# [Activity]
Among the records below, which lines contain the string "arrays"? Report them.
START Supplied entries
class Model:
    """A model, validated and ready for evaluation. Build one with
    :meth:`Model.load` or :meth:`Model.from_toml`.

    Parameter points: every method takes the model's parameters as keyword
    arguments (``m.dims(g=0.3)``), or as a dict ``point={"lambda": 0.5}``
    (needed for names that are Python keywords; ``lambda_=0.5`` also
    works). Parameters not given keep the model's defaults (:attr:`params`).
    """

    def __init__(self, native: "_native.Model"):
        self._m = native

    @classmethod
    def load(cls, path: Union[str, "os.PathLike[str]"]) -> "Model":
        """Load a model file (TOML; docs/model-format.md)."""
        return cls(_native.Model.load(os.fspath(path)))

    @classmethod
    def from_toml(cls, text: str, file: str = "<string>") -> "Model":
        """Read a model from TOML text; ``file`` names it in errors."""
        return cls(_native.Model.from_toml(text, file))

    @property
    def name(self) -> str:
        """The model's name."""
        return self._m.name

    @property
    def file(self) -> str:
        """The model's file (or the name given to :meth:`from_toml`)."""
        return self._m.file

    @property
    def params(self) -> Dict[str, float]:
        """Parameter names and their default values (in the order of the
        reports' ``parameters``)."""
        return dict(self._m.params())

    @property
    def terms(self) -> List[str]:
        """The names of the model's terms."""
        return self._m.terms()

    @property
    def source(self) -> str:
        """The model's TOML text, as read."""
        return self._m.source

    def __repr__(self) -> str:
        return f"<pinflow.Model {self.name!r} from {self.file!r}>"

    def __reduce__(self) -> Tuple[Any, Tuple[str, str]]:
        # Pickled as its text and file name, so that a process pool can
        # take a Model (rebuilt by from_toml: the same model and bytes).
        return (Model.from_toml, (self.source, self.file))

    def _split(self, point: Optional[Mapping[str, float]], kwargs: Dict[str, Any], options: bool) -> Tuple[Dict[str, float], Dict[str, Any]]:
        """Parameters and flow options out of the keyword arguments."""
        params = self.params
        values: Dict[str, Any] = dict(point or {})
        flow: Dict[str, Any] = {}
        for key, value in kwargs.items():
            if options and key in FLOW_OPTIONS:
                flow[key] = value
                continue
            name = key
            if key not in params and key.endswith("_") and key[:-1] in params:
                name = key[:-1]
            if name in values:
                raise _input_error(key, f"the parameter `{name}` is given twice")
            values[name] = value
        return values, flow

    def dims(self, point: Optional[Mapping[str, float]] = None, *, pin: Sequence[str] = (), wires: Optional[Sequence[Union[int, str]]] = None, force: bool = False, **params: float) -> pd.DataFrame:
        """Exact and fixed-point data of every term at one point
        (``pinflow dims``): a DataFrame with the columns of
        ``pinflow dims --format csv``. ``pin``: terms to pin; every term
        then also gets its dimension in the residual theory. ``wires``
        (arrays): every term's dimension against array size instead, e.g.
        ``[4, 8, 16, "infinite"]`` (``pinflow dims --wires``). The full
        JSON report is in ``df.attrs["report"]``, the text in
        ``df.attrs["text"]``. ``force``: evaluate above the dense size
        limit (``--force``; otherwise such a model raises InputError).
        """
        values, _ = self._split(point, params, options=False)
        j, c, t = self._m.dims(values, list(pin), None if wires is None else list(wires), force)
        df = _frame(c)
        df.attrs["report"] = json.loads(j)
        df.attrs["text"] = t
        return df

    def flow(self, point: Optional[Mapping[str, float]] = None, *, out: Optional[str] = None, force: bool = False, **kwargs: Any) -> FlowResult:
        """The second-order RG flow at one point (``pinflow flow``).

        Keyword arguments are model parameters or flow options (
        ``ell_max``, ``y_strong``, ``floor``, ``closure`` ("pairs" or
        "none"), ``closure_bound``, ``closure_range``, ``rtol``, ``atol``,
        ``max_steps``, ``q_points``, ``stages``; hunted competitors:
        ``competitors`` (the bound DELTA), ``competitor_coupling``,
        ``competitor_range``, ``competitor_symmetry``;
        docs/flow-options.md).
        ``out``: also write summary.json, trajectory.csv and the flow
        figure into this directory. ``force``: build the pairs closure
        above its work limit, or flow a dense model above 512 fields
        (``--force``). Raises InputError at a point
        where V is not positive definite, RunError when the integration
        fails.
        """
        values, options = self._split(point, kwargs, options=True)
        j, c, t, traj = self._m.flow(values, options, None if out is None else os.fspath(out), force)
        return FlowResult(j, c, t, traj)

    def scan(self, x: Optional[Axis] = None, y: Optional[Axis] = None, point: Optional[Mapping[str, float]] = None, *, threads: Optional[int] = None, out: Optional[str] = None, force: bool = False, overwrite: bool = False, color_by: str = "phase", **kwargs: Any) -> ScanResult:
        """Flow every point of a line or plane of parameters (``pinflow
        scan``). ``x``, ``y``: (name, min, max, n) or (name, min, max, n,
        "log"), or the command's string "name=min:max:n"; by default the
        model's [scan] table. Other keyword arguments: fixed parameters and
        flow options as for :meth:`flow`. ``threads``: worker threads
        (default all cores; the result does not depend on it). ``out``: keep
        points.csv, summary.json and the figures in this directory (default:
        a temporary directory, removed); it is locked while the scan runs,
        and a folder holding another scan's files is refused unless
        ``overwrite`` (``--overwrite``). ``force``: run grids above the size
        limit, a pairs closure above its work limit and dense models above
        512 fields. ``color_by``:
        "phase" or "winner" for phase.png.
        """
        values, options = self._split(point, kwargs, options=True)
        xs, ys = _axis_spec(x, "x"), _axis_spec(y, "y")
        if out is not None:
            return self._scan_into(os.fspath(out), values, xs, ys, options, threads, force, color_by, overwrite, keep=True)
        with tempfile.TemporaryDirectory(prefix="pinflow-scan-") as d:
            return self._scan_into(d, values, xs, ys, options, threads, force, color_by, overwrite, keep=False)

    def _scan_into(self, d: str, values: Dict[str, float], xs: Optional[str], ys: Optional[str], options: Dict[str, Any], threads: Optional[int], force: bool, color_by: str, overwrite: bool, keep: bool) -> ScanResult:
        summary = self._m.scan(values, xs, ys, options, d, threads, force, color_by, overwrite)
        with open(os.path.join(d, "points.csv"), encoding="utf-8", newline="") as f:
            csv_text = f.read()
        return ScanResult(csv_text, json.loads(summary), d if keep else None)

    def hunt(self, max_dim: float = 2.0, point: Optional[Mapping[str, float]] = None, *, charge: Union[int, str] = 0, spin: Union[int, str] = 0, range: Optional[int] = None, momentum: Optional[str] = None, symmetry: Union[str, Sequence[str]] = "all", force: bool = False, coupling: Optional[float] = None, **params: float) -> pd.DataFrame:
        """Every local operator with scaling dimension up to ``max_dim``,
        found exhaustively (``pinflow hunt``): a DataFrame with the columns
        of ``pinflow hunt --format csv``. Filters: ``charge`` (an integer
        or "any"), ``spin`` (0 or "any"), ``range`` (arrays: most
        consecutive wires), ``momentum`` ("conserved" or "any"),
        ``symmetry`` (which of the model's [[symmetry]] tables filter:
        "all", "none" or a list of names); ``force`` searches above the
        size limit. ``df.attrs`` holds "report" (JSON), "text" and
        "terms_toml" (the [[term]] blocks of ``--emit-terms``, with bare
        coupling ``coupling``, default the model's smallest).
        """
        values, _ = self._split(point, params, options=False)
        j, c, t, toml = self._m.hunt(values, max_dim, charge, spin, range, momentum, force, symmetry, coupling)
        df = _frame(c)
        df.attrs.update(report=json.loads(j), text=t, terms_toml=toml)
        return df

    def edges(self, pin: Sequence[str] = (), point: Optional[Mapping[str, float]] = None, *, window: Optional[int] = None, force: bool = False, **kwargs: Any) -> EdgesResult:
        """What a pinned set of terms leaves (``pinflow edges``): gapped
        pairs, and the K matrix, charges and filling at each end. ``pin``:
        the terms to pin (every translate); by default the flow at the
        point picks them (flow options as for :meth:`flow`). ``window``:
        wires in the window at each end of an open array. ``force``: run
        above the size limit and the closure's work limit (``--force``).
        """
        if isinstance(pin, str):
            pin = [pin]
        values, options = self._split(point, kwargs, options=True)
        j, c, t = self._m.edges(values, list(pin), window, options, force)
        return EdgesResult(j, c, t)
END Supplied entries
# [Solution to this task]
        (arrays): every term's dimension against array size instead, e.g.
        or "any"), ``spin`` (0 or "any"), ``range`` (arrays: most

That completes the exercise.